Exercise instructions: For each line of the data below, copy it if it holds the word "here".

(Saved entries)
────────────────
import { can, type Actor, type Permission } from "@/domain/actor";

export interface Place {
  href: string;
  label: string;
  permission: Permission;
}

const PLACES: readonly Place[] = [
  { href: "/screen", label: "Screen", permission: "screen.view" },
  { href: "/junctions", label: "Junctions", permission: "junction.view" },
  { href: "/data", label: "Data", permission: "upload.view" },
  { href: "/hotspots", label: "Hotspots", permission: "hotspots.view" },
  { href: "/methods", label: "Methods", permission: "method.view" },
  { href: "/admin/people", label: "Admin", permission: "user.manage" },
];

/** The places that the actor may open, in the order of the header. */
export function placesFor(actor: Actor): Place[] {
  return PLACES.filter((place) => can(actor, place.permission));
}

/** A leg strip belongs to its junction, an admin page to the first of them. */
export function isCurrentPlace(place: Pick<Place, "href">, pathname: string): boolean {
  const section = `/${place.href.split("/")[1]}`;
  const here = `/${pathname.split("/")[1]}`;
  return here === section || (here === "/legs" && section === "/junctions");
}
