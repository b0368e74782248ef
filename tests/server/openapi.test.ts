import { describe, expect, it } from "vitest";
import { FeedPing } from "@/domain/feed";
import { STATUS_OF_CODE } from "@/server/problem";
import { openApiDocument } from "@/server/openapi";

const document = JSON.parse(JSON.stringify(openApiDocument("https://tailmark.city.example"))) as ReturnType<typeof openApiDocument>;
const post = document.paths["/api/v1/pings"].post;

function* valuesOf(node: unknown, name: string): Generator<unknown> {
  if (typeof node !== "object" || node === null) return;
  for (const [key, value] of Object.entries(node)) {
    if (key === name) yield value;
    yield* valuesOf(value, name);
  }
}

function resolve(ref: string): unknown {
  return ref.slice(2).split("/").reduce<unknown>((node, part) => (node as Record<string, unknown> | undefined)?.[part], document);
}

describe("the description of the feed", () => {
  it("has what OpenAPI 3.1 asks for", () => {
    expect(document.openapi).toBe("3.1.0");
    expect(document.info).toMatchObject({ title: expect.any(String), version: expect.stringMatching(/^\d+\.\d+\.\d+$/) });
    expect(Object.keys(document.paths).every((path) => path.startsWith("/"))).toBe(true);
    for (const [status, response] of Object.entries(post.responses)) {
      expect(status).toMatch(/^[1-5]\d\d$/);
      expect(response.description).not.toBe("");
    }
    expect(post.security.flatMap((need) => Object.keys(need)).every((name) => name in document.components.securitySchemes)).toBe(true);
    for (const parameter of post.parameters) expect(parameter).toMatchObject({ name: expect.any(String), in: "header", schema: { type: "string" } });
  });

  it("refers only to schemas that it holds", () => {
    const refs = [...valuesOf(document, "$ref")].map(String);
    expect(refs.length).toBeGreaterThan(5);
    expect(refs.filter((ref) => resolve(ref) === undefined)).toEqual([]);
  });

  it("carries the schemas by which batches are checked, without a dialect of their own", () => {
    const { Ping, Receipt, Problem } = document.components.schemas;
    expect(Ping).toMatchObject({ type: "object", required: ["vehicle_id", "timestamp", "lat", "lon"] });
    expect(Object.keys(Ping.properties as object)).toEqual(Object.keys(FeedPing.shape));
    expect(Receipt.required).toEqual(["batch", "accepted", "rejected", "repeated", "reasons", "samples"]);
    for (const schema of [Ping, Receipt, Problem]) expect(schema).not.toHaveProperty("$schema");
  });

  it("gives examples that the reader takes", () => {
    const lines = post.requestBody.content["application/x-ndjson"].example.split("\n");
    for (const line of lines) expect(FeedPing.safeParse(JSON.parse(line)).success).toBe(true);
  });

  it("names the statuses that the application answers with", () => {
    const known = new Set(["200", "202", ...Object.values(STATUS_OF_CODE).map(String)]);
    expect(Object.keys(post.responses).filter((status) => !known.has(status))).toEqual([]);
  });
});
────────────────
Task result:
  const here = `/${pathname.split("/")[1]}`;
  return here === section || (here === "/legs" && section === "/junctions");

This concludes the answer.